+++ ENTRIES SUPPLIED +++

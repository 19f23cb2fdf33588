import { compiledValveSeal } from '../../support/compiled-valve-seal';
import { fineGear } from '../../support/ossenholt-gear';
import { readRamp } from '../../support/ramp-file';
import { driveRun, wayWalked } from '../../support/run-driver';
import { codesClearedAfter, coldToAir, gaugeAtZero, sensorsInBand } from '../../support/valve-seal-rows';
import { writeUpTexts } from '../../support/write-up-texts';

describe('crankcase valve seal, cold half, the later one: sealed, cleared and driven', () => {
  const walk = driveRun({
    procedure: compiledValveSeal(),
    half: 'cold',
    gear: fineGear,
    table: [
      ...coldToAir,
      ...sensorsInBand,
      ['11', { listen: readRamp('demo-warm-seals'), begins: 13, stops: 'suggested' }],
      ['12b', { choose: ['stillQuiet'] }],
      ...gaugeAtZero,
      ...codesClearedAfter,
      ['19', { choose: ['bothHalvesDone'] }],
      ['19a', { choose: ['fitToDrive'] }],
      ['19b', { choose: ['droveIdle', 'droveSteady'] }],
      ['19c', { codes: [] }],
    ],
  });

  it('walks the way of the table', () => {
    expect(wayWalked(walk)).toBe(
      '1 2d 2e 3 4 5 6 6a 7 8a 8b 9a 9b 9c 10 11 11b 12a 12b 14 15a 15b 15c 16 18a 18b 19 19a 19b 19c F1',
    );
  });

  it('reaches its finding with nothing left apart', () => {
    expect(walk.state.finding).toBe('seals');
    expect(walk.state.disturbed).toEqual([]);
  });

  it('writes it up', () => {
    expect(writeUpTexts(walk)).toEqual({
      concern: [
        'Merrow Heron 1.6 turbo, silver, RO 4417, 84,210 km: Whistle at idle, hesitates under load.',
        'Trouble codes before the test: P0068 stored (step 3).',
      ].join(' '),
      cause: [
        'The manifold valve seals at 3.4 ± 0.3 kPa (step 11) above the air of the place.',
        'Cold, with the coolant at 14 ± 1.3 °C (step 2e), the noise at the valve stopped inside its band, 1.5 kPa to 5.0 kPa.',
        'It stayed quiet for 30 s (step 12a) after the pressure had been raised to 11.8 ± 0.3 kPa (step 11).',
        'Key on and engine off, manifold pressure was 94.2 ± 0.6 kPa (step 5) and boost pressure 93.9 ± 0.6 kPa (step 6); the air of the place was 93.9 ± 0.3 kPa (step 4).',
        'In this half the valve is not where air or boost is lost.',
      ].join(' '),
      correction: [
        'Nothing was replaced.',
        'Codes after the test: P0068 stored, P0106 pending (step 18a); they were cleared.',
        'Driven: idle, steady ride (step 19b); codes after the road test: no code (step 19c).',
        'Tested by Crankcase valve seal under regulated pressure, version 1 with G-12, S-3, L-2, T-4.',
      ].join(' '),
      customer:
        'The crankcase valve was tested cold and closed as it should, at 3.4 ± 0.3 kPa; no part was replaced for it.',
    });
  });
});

+++

EXERCISE AIM: Go line by line through the data above and count those holding "toBe"; report the number alone.

TASK RESULT: 2